Consumers want banks to maintain a strong focus on ongoing innovation and desire easier access to support for their queries. It is also crucial to highlight the importance of overall assistance from providers in helping consumers improve their financial well-being and position. This support can come from digital-only tools, personal finance management tools, and guidance that enables consumers to better manage their finances.


The importance of rewards

In a world of highly fragmented financial relationships, our Financial Services Trends and Predictions 2025 report emphasises the significance of rewards in winning loyalty as a global trend. Rewards are no longer a ‘nice-to-have’ – they are a decisive factor in customer retention. Today UK consumers are more likely to switch banks for attractive deals and to access rewards such as cash bonuses, interest and other perks. Of those considering switching their main current account in the next 12 months, half (48%) are motivated by incentives or better rewards offered by other providers.


Our data also shows that consumers with rewards linked to their debit or credit cards spend significantly more than those without.
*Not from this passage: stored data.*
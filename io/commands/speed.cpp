// `wanewall speed`: how fast this machine advances fields, beside the loop that everybody writes first.
#include <fmt/format.h>
#include <omp.h>
#include <yaml-cpp/yaml.h>

#include <iostream>
#include <memory>

#include "io/atomic_file.hpp"
#include "io/commands.hpp"
#include "io/picture.hpp"
#include "io/provenance.hpp"
#include "io/speed_bench.hpp"
#include "io/terminal.hpp"

namespace wanewall {
namespace {

struct Options {
  SpeedSetting setting;
  std::vector<int> tiles;
  std::vector<int> sizes;
  std::string json_path, picture_path;
};

std::string shape_text(const TileShape& shape) {
  if (shape.steps == 1) return "none, the fused sweep is faster";
  return fmt::format("{} x {} rows and {} steps", shape.x_rows, shape.y_rows, shape.steps);
}

std::string result_text(const SpeedResult& r) {
  const SpeedSetting& s = r.setting;
  const double in_cache = r.in_cache.median() * s.threads;
  std::string text = fmt::format(
      "processor: {}, {} threads, {} code, single precision unless said otherwise\n"
      "cube of {} cells along each edge, all of them counted; {} rounds of {} steps in turn\n"
      "full scene: Moebius shell of 10 cells on six faces, oblique plane wave, ball, block and rod, audit at "
      "9 "
      "frequencies\n"
      "tiles: bare cube {}, full scene {}\n"
      "checked: textbook loop and solver agree to {:.1e}, plain sweeps and tiles of the full scene bit for "
      "bit\n\n",
      provenance_of_program().processor, s.threads, r.vector_code, s.cells, s.rounds, s.steps,
      shape_text(r.bare_tiles), shape_text(r.scene_tiles), r.largest_difference);
  text += "| memory    | median [GB/s] | least | most |\n| --------- | ------------: | ----: | ---: |\n";
  for (const SpeedRow& row : r.memory)
    text += fmt::format("| {:<9} | {:13.1f} | {:5.1f} | {:4.1f} |\n", row.name, row.median(), row.least(),
                        row.most());
  text += fmt::format(
      "\none sweep a step through the memory, 48 bytes a cell, could do {:.3f} Gcell/s; one core "
      "in its cache does {:.3f}, all of them {:.3f}\n\n",
      r.one_sweep_limit(), r.in_cache.median(), in_cache);
  text += fmt::format(
      "| {:<35} | median [Gcell/s] | least | most  | bytes per cell-step | of one-sweep limit | of "
      "in-cache rate | over textbook |\n",
      "loop");
  text += fmt::format(
      "| {:-<35} | ---------------: | ----: | ----: | ------------------: | -----------------: | "
      "---------------: | ------------: |\n",
      "");
  for (const SpeedRow& row : r.loops)
    text +=
        fmt::format("| {:<35} | {:16.3f} | {:.3f} | {:.3f} | {:>19} | {:17.0f}% | {:15.0f}% | {:13.2f} |\n",
                    row.name, row.median(), row.least(), row.most(),
                    row.bytes_per_cell_step > 0.0 ? fmt::format("{:.1f}", row.bytes_per_cell_step) : "",
                    100.0 * row.median() / r.one_sweep_limit(), 100.0 * row.median() / in_cache,
                    row.median() / r.loops[0].median());
  text += fmt::format(
      "\nbytes per cell-step: what the fields must move through the memory at the least\n"
      "tiles over fused, bare cube: {:.2f}; full scene over bare cube, tiles: {:.2f}\n",
      r.loop("tiles").median() / r.loop("fused").median(),
      r.loop("full").median() / r.loop("tiles").median());
  if (s.more)
    text += fmt::format(
        "{} threads over one, full scene: {:.2f}; double over single precision: {:.2f}; moebius over cfs_pml "
        "shell: "
        "{:.2f}\n",
        s.threads, r.loop("full").median() / r.loop("full_one_thread").median(),
        r.loop("full_double").median() / r.loop("full").median(),
        r.loop("moebius").median() / r.loop("cfs_pml").median());
  text += fmt::format("memory of the full scene: {:.1f} bytes per cell (fields, layers, media)\n",
                      r.bytes_per_cell);
  return text;
}

void emit_row(YAML::Emitter& out, const SpeedRow& row) {
  out << YAML::BeginMap << YAML::Key << "id" << YAML::Value << row.id << YAML::Key << "name" << YAML::Value
      << row.name << YAML::Key << "median" << YAML::Value << row.median() << YAML::Key << "rounds"
      << YAML::Value << row.rates << YAML::EndMap;
}

std::string json(const std::vector<SpeedResult>& results) {
  YAML::Emitter out;
  out << YAML::Flow << YAML::DoubleQuoted << YAML::BeginSeq;
  for (const SpeedResult& r : results) {
    const auto shape = [](const TileShape& t) { return std::vector<int>{t.x_rows, t.y_rows, t.steps}; };
    out << YAML::BeginMap << YAML::Key << "program" << YAML::Value << version_text() << YAML::Key
        << "processor" << YAML::Value << provenance_of_program().processor << YAML::Key << "threads"
        << YAML::Value << r.setting.threads << YAML::Key << "vector_code" << YAML::Value << r.vector_code
        << YAML::Key << "cells" << YAML::Value << r.setting.cells << YAML::Key << "steps" << YAML::Value
        << r.setting.steps << YAML::Key << "bare_tiles" << YAML::Value << shape(r.bare_tiles) << YAML::Key
        << "scene_tiles" << YAML::Value << shape(r.scene_tiles) << YAML::Key << "bytes_per_cell"
        << YAML::Value << r.bytes_per_cell;
    out << YAML::Key << "memory_gb_per_s" << YAML::Value << YAML::BeginSeq;
    for (const SpeedRow& row : r.memory) emit_row(out, row);
    out << YAML::EndSeq << YAML::Key << "loops_gcell_per_s" << YAML::Value << YAML::BeginSeq;
    emit_row(out, r.in_cache);
    for (const SpeedRow& row : r.loops) emit_row(out, row);
    out << YAML::EndSeq << YAML::EndMap;
  }
  out << YAML::EndSeq;
  return std::string(out.c_str()) + "\n";
}

LineChart chart_of(const std::vector<SpeedResult>& results) {
  LineChart chart;
  chart.title = fmt::format("{}, {} threads", provenance_of_program().processor, results[0].setting.threads);
  chart.x_label = "cells along an edge";
  chart.y_label = "rate [Gcell/s]";
  double most = 0.0;
  for (const SpeedRow& row : results[0].loops) {
    Curve curve{row.name, {}, {}};
    for (const SpeedResult& result : results) {
      curve.x.push_back(result.setting.cells);
      curve.y.push_back(result.loop(row.id).median());
      most = std::max(most, curve.y.back());
    }
    chart.curves.push_back(std::move(curve));
  }
  chart.y_range = {0.0, 1.15 * most};
  return chart;
}

ExitCode measure(Options options) {
  SpeedSetting& setting = options.setting;
  if (setting.threads == 0) setting.threads = omp_get_num_procs();
  if (!options.tiles.empty()) setting.tiles = TileShape{options.tiles[0], options.tiles[1], options.tiles[2]};
  std::vector<int> sizes = options.sizes;
  if (sizes.empty() && options.picture_path.empty()) sizes = {setting.cells};
  if (sizes.empty()) sizes = {48, 64, 96, 128, 160, 200, 240, 320, 400, 480};
  std::vector<SpeedResult> results;
  for (const int cells : sizes) {
    setting.cells = cells;
    results.push_back(measure_speed(setting));
    std::cout << (results.size() > 1 ? "\n" : "") << result_text(results.back()) << std::flush;
  }
  if (!options.json_path.empty()) write_atomically(options.json_path, json(results));
  if (!options.picture_path.empty()) draw_svg(chart_of(results), options.picture_path);
  return ExitCode::done;
}

}  // namespace

void add_speed_command(CLI::App& app, Action& action) {
  auto options = std::make_shared<Options>();
  SpeedSetting& setting = options->setting;
  setting.threads = 0;
  CLI::App* command =
      app.add_subcommand("speed", "Measure this machine against the loop that everybody writes first");
  const CLI::Range sizes(48, 1024);
  command->add_option("--cells", setting.cells, "Cells along each edge of the cube, its shell included")
      ->check(sizes)
      ->capture_default_str();
  command->add_option("--sizes", options->sizes, "Several cubes, one after the other")->check(sizes);
  command->add_option("--steps", setting.steps, "Steps in a round")
      ->check(CLI::Range(1, 10000))
      ->capture_default_str();
  command->add_option("--rounds", setting.rounds, "Rounds that count")
      ->check(CLI::Range(1, 100))
      ->capture_default_str();
  command->add_option("--threads", setting.threads, "Threads; 0: one per processor")
      ->check(CLI::Range(0, 1024));
  command
      ->add_option("--tiles", options->tiles, "Rows along x, rows along y, steps; default: found by trying")
      ->expected(3)
      ->check(CLI::Range(1, 100000));
  command->add_flag("--more", setting.more, "Also one thread, double precision, and shells without a scene");
  command->add_option("--json", options->json_path, "Also write every round's figures into this file");
  command->add_option(
      "--picture", options->picture_path,
      "Draw the rates over the size of the cube, as SVG; cubes from 48 to 480 unless --sizes says "
      "otherwise");
  command->footer(
      "Needs about 220 bytes of memory per cell, 14 GB at 400 cells; with --more 380 bytes.\n\n"
      "Examples:\n"
      "  wanewall speed --cells 200 --rounds 3\n"
      "  wanewall speed --picture rates.svg --json rates.json");
  command->callback([options, &action] { action = [options] { return measure(*options); }; });
}

}  // namespace wanewall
Banks have intensified their efforts to attract consumers with appealing rewards. However, the majority of consumers are dissatisfied with their current rewards proposition. Well-structured rewards programmes deepen existing customer relationships as well as attracting new customers.

Younger people switch banks more


Five strategies for banks and fintechs

The banking industry is undergoing a significant transformation, driven by changing consumer behaviours, digital adoption and the increasing appeal of alternative financial providers. From digital-only banks gaining traction to shifting loyalty patterns and the growing role of incentives in decision-making, financial institutions must adapt to these trends to remain competitive.

By focusing on customer experience, innovative offerings and strategic incentives, financial institutions can position themselves for long-term success in an increasingly digital world. The five key areas our consumer data point to are:


1. Adapt to fragmentation

Consumers are diversifying their banking relationships more than ever. On average, they now engage with multiple financial institutions, selecting providers based on the most attractive offerings rather than staying loyal to a single bank. To stay competitive, banks should offer personalised, value-driven experiences across multiple products and touchpoints.


2. Look beyond current accounts

While the Big 6 banks still dominate primary banking relationships, consumers are actively shopping around for other financial products like lending, investments and savings. To capture a greater share of wallets, banks and fintechs must ensure they offer a broad, competitive suite of products tailored to evolving customer needs.


3. Prioritise seamless, mobile-first experiences

The demand for quick, intuitive and frictionless banking continues to rise. With half of all banking transactions now via mobile apps, traditional banks must accelerate digital innovation to compete with digital-only providers. A seamless mobile experience is key to customer retention and engagement.


4. Enable smarter money management

Consumers want more than just transactions – they are looking for intelligent tools that help them manage their finances better. AI-driven budgeting, automation and personal finance management tools can strengthen customer engagement and position banks as trusted financial partners.


5. Boost engagement through rewards

Rewards and incentives are powerful drivers of consumer behaviour. With higher switching rates, customers are more likely to move banks for better incentives, cashback offers, or enhanced rewards programs. Financial institutions must refine their rewards strategies to attract, retain and deepen customer relationships.


The future of banking

The banking landscape is evolving rapidly, and traditional financial institutions should rethink their strategies to compete effectively with digital-only providers. By focusing on customer experience, innovative offerings and strategic incentives, banks can position themselves for long-term success in an increasingly digital world.